◆ YOUR TASK
The lines to repeat are those below from the one containing "p.X.Max += 0.02 * (p.X.Max - p.X.Min)" down to the one containing "seriesColors is the", both included; reproduce them exactly and nothing else.

◆ DATASET EXCERPTS

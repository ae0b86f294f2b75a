package plots

import (
	"fmt"
	"image"
	"image/color"
	"image/png"
	"io"
	"math"
	"strconv"

	"gonum.org/v1/plot"
	"gonum.org/v1/plot/font"
	"gonum.org/v1/plot/vg"
	"gonum.org/v1/plot/vg/draw"
	"gonum.org/v1/plot/vg/vgimg"

	"vcz/io/safefile"
)

// Options sets what every plot shares. The zero value gives an 800 × 600
// pixel plot with the default title of its kind.
type Options struct {
	// Title replaces the plot's default title when not empty.
	Title string
	// Width and Height are the size of the PNG in pixels; 0 means 800
	// and 600.
	Width, Height int
	// LogY draws the y axis of V2 on a logarithmic scale; points whose
	// value is not positive are then left out.
	LogY bool
}

// dpi is the resolution at which plot lengths (points) become pixels.
const dpi = 96

func (o Options) size() (int, int) {
	w, h := o.Width, o.Height
	if w <= 0 {
		w = 800
	}
	if h <= 0 {
		h = 600
	}
	return w, h
}

func (o Options) title(def string) string {
	if o.Title != "" {
		return o.Title
	}
	return def
}

// Figure is a finished plot, ready to be rasterised. It holds the data it
// was made from, so it may be rendered several times and concurrently.
type Figure struct {
	width, height int
	draw          func(c draw.Canvas)
}

// Size returns the size of the figure in pixels.
func (f *Figure) Size() (width, height int) { return f.width, f.height }

// Image rasterises the figure.
func (f *Figure) Image() image.Image {
	c := vgimg.NewWith(
		vgimg.UseWH(vg.Length(f.width)*vg.Inch/dpi, vg.Length(f.height)*vg.Inch/dpi),
		vgimg.UseDPI(dpi),
		vgimg.UseBackgroundColor(color.White),
	)
	f.draw(draw.New(c))
	return c.Image()
}

// Encode writes the figure as a PNG to w.
func (f *Figure) Encode(w io.Writer) error {
	return png.Encode(w, f.Image())
}

// WriteFile writes the figure as a PNG file at path, atomically (the file
// is complete or absent).
func (f *Figure) WriteFile(path string) error {
	m := f.Image()
	return safefile.Write(path, func(w io.Writer) error {
		if err := png.Encode(w, m); err != nil {
			return fmt.Errorf("plots: encoding %s: %w", path, err)
		}
		return nil
	})
}

// single makes a Figure of one plot filling the canvas.
func single(p *plot.Plot, opt Options) *Figure {
	w, h := opt.size()
	return &Figure{width: w, height: h, draw: framedLegend(p)}
}

// framedLegend takes p's legend out of p and returns a function that draws p and then the
// legend in p's data area. gonum/plot places the legend in the area left by the axes,
// before the data area is shrunk to make room for glyphs at its edges; when that room is
// large (wide tick labels, big glyphs) the legend ended up above or right of the frame.
// It is done once, when the figure is made, so that drawing changes nothing and figures
// may be drawn concurrently.
func framedLegend(p *plot.Plot) func(c draw.Canvas) {
	leg := p.Legend
	p.Legend = plot.NewLegend()
	return func(c draw.Canvas) {
		p.Draw(c)
		leg.Draw(p.DataCanvas(c))
	}
}

// newPlot returns a plot with the project's type sizes: 15 pt title,
// 13 pt axis labels, 11 pt tick labels and legend, at 96 dpi.
func newPlot(title, xlabel, ylabel string) *plot.Plot {
	p := plot.New()
	p.Title.Text = title
	p.Title.TextStyle.Font.Size = 15
	p.Title.Padding = 8
	p.X.Label.Text = xlabel
	p.Y.Label.Text = ylabel
	for _, a := range []*plot.Axis{&p.X, &p.Y} {
		a.Label.TextStyle.Font.Size = 13
		a.Tick.Label.Font.Size = 11
	}
	p.Legend.TextStyle.Font.Size = 11
	// Sans-serif text, from the Liberation fonts gonum/plot ships.
	for _, f := range []*font.Font{&p.Title.TextStyle.Font, &p.X.Label.TextStyle.Font, &p.Y.Label.TextStyle.Font,
		&p.X.Tick.Label.Font, &p.Y.Tick.Label.Font, &p.Legend.TextStyle.Font} {
		f.Variant = "Sans"
	}
	p.Legend.Top = true
	p.Legend.Padding = 2
	// Inside the frame, clear of its right edge and of the top.
	p.Legend.XOffs, p.Legend.YOffs = -vg.Points(6), -vg.Points(3)
	p.X.Tick.Marker = cleanTicks{}
	p.Y.Tick.Marker = cleanTicks{}
	return p
}

// cleanTicks places labelled ticks at multiples of a 1-2-5 step (about
// five across the axis, and never fewer than three: the next smaller step
// is taken when the span holds fewer) with unlabelled minor ticks between
// them, labelled with the fewest digits that show the value ("25", not
// "25.00").
type cleanTicks struct{}

func (cleanTicks) Ticks(min, max float64) []plot.Tick {
	if !(max > min) || !finite(min, max) {
		return plot.DefaultTicks{}.Ticks(min, max)
	}
	step := niceStep((max - min) / 5)
	for math.Floor(max/step+1e-9)-math.Ceil(min/step-1e-9) < 2 {
		step = smallerStep(step)
	}
	minor := step / 5
	if m := step / math.Pow(10, math.Floor(math.Log10(step))); m == 2 {
		minor = step / 4
	}
	var ts []plot.Tick
	for k := math.Ceil(min/minor - 1e-9); k*minor <= max+1e-9*minor; k++ {
		v := k * minor
		t := plot.Tick{Value: v}
		if r := v / step; math.Abs(r-math.Round(r)) < 1e-6 {
			t.Value = math.Round(r) * step
			t.Label = formatTick(t.Value)
		}
		ts = append(ts, t)
	}
	return ts
}

// smallerStep returns the 1-2-5 step below step: 5 → 2, 2 → 1, 1 → 0.5
// (times the same power of ten).
func smallerStep(step float64) float64 {
	p := math.Pow(10, math.Floor(math.Log10(step)+1e-9))
	switch m := math.Round(step / p); m {
	case 5:
		return 2 * p
	case 2:
		return p
	}
	return p / 2
}

// niceStep returns the number 1, 2 or 5 times a power of ten nearest
// above x (x > 0).
func niceStep(x float64) float64 {
	p := math.Pow(10, math.Floor(math.Log10(x)))
	switch f := x / p; {
	case f <= 1:
		return p
	case f <= 2:
		return 2 * p
	case f <= 5:
		return 5 * p
	}
	return 10 * p
}

func formatTick(v float64) string {
	if math.Abs(v) < 1e-12 {
		return "0"
	}
	return strconv.FormatFloat(v, 'g', 8, 64)
}

// logTicks labels decades; also 2 and 5 times each decade when the axis
// spans less than two decades, and every integer multiple when it spans
// less than one. Unlabelled multiples are minor ticks. An axis so short that fewer than
// three of those would be labelled (a χ²ᵣ from 0.86 to 0.90) gets the 1-2-5 ticks of
// cleanTicks instead, which a logarithmic scale over such a span draws almost evenly.
type logTicks struct{}

func (logTicks) Ticks(min, max float64) []plot.Tick {
	if !(min > 0 && max > min) {
		return nil
	}
	all, fine := max/min < 10, max/min < 100
	var ts []plot.Tick
	for e := math.Floor(math.Log10(min)); e <= math.Ceil(math.Log10(max)); e++ {
		d := math.Pow(10, e)
		for k := 1; k <= 9; k++ {
			v := float64(k) * d
			if v < min*(1-1e-9) || v > max*(1+1e-9) {
				continue
			}
			t := plot.Tick{Value: v}
			if k == 1 || all || (fine && (k == 2 || k == 5)) {
				// No rounding to "0" as on a linear axis: a decade such as 1e-13 is a value.
				t.Label = strconv.FormatFloat(v, 'g', 8, 64)
			}
			ts = append(ts, t)
		}
	}
	labelled := 0
	for _, t := range ts {
		if t.Label != "" {
			labelled++
		}
	}
	if labelled < 3 {
		return cleanTicks{}.Ticks(min, max)
	}
	return ts
}

// padX moves the ends of the x axis outwards by 2 % of its span (by a
// factor for a logarithmic axis), so that glyphs at the ends are not cut.
func padX(p *plot.Plot, logX bool) {
	if logX {
		if p.X.Min > 0 && p.X.Max > p.X.Min {
			f := math.Pow(p.X.Max/p.X.Min, 0.03)
			p.X.Min, p.X.Max = p.X.Min/f, p.X.Max*f
		}
		return
	}
	p.X.Max += 0.02 * (p.X.Max - p.X.Min)
}

// padY is padX for the y axis.
func padY(p *plot.Plot, logY bool) {
	if logY {
		if p.Y.Min > 0 && p.Y.Max > p.Y.Min {
			f := math.Pow(p.Y.Max/p.Y.Min, 0.03)
			p.Y.Min, p.Y.Max = p.Y.Min/f, p.Y.Max*f
		}
		return
	}
	d := 0.02 * (p.Y.Max - p.Y.Min)
	p.Y.Min, p.Y.Max = p.Y.Min-d, p.Y.Max+d
}

// roomForLegend raises the top of the y axis so that a legend of n
// entries in the upper right corner does not cover the data.
func roomForLegend(p *plot.Plot, n int, logY bool) {
	f := 0.065*float64(n) + 0.02
	if logY {
		if p.Y.Min > 0 && p.Y.Max > p.Y.Min {
			p.Y.Max *= math.Pow(p.Y.Max/p.Y.Min, f)
		}
		return
	}
	p.Y.Max += f * (p.Y.Max - p.Y.Min)
}

// seriesColors is the colour-blind-safe palette of Okabe & Ito (2008,
// "Color Universal Design"), without its yellow, which is too pale on
// white: vermillion, blue, bluish green, orange, reddish purple, sky blue.
// Data are drawn in black.
var seriesColors = [...]color.RGBA{
	{213, 94, 0, 255},
	{0, 114, 178, 255},
	{0, 158, 115, 255},
	{230, 159, 0, 255},
	{204, 121, 167, 255},
	{86, 180, 233, 255},
}

func seriesColor(i int) color.Color { return seriesColors[i%len(seriesColors)] }

// finite reports whether all values are finite.
func finite(vs ...float64) bool {
	for _, v := range vs {
		if math.IsNaN(v) || math.IsInf(v, 0) {
			return false
		}
	}
	return true
}

// withColorBar lays out a main plot and, at its right, a vertical colour
// bar plot aligned with the main plot's data area. When square is set the
// data area of the main plot is made square (equal axes for equal ranges).
func withColorBar(main, bar *plot.Plot, opt Options, square bool) *Figure {
	w, h := opt.size()
	barW := vg.Length(0)
	if bar != nil {
		barW = vg.Length(110) * vg.Inch / dpi
	}
	drawMain := framedLegend(main)
	return &Figure{width: w, height: h, draw: func(c draw.Canvas) {
		mc := c
		mc.Max.X -= barW
		if square {
			mc = squareCanvas(main, mc)
		}
		drawMain(mc)
		if bar == nil {
			return
		}
		da := main.DataCanvas(mc)
		bc := c
		bc.Min.X = mc.Max.X + vg.Length(12)*vg.Inch/dpi
		bc.Min.Y = da.Min.Y
		bc.Max.Y = da.Max.Y
		// The bar plot pads by half a tick label at both ends; extend its
		// canvas by that so the bar itself spans the data area, and trim it
		// on the right so the bar is 18 px wide.
		pad := bar.Y.Tick.Label.Font.Size / 2
		bc.Min.Y -= pad
		bc.Max.Y += pad
		bd := bar.DataCanvas(bc)
		if w := vg.Length(18) * vg.Inch / dpi; bd.Max.X-bd.Min.X > w {
			bc.Max.X -= bd.Max.X - bd.Min.X - w
		}
		bar.Draw(bc)
	}}
}

// squareCanvas shrinks c along the longer side of p's data area, centred,
// so that the data area becomes square; the axes' decorations keep their
// size.
func squareCanvas(p *plot.Plot, c draw.Canvas) draw.Canvas {
	da := p.DataCanvas(c)
	dw, dh := da.Max.X-da.Min.X, da.Max.Y-da.Min.Y
	if dw > dh {
		d := dw - dh
		c.Min.X += d / 2
		c.Max.X -= d / 2
	} else if dh > dw {
		d := dh - dw
		c.Min.Y += d / 2
		c.Max.Y -= d / 2
	}
	return c
}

◆ ANSWER FOR THE TASK
	p.X.Max += 0.02 * (p.X.Max - p.X.Min)
}

// padY is padX for the y axis.
func padY(p *plot.Plot, logY bool) {
	if logY {
		if p.Y.Min > 0 && p.Y.Max > p.Y.Min {
			f := math.Pow(p.Y.Max/p.Y.Min, 0.03)
			p.Y.Min, p.Y.Max = p.Y.Min/f, p.Y.Max*f
		}
		return
	}
	d := 0.02 * (p.Y.Max - p.Y.Min)
	p.Y.Min, p.Y.Max = p.Y.Min-d, p.Y.Max+d
}

// roomForLegend raises the top of the y axis so that a legend of n
// entries in the upper right corner does not cover the data.
func roomForLegend(p *plot.Plot, n int, logY bool) {
	f := 0.065*float64(n) + 0.02
	if logY {
		if p.Y.Min > 0 && p.Y.Max > p.Y.Min {
			p.Y.Max *= math.Pow(p.Y.Max/p.Y.Min, f)
		}
		return
	}
	p.Y.Max += f * (p.Y.Max - p.Y.Min)
}

// seriesColors is the colour-blind-safe palette of Okabe & Ito (2008,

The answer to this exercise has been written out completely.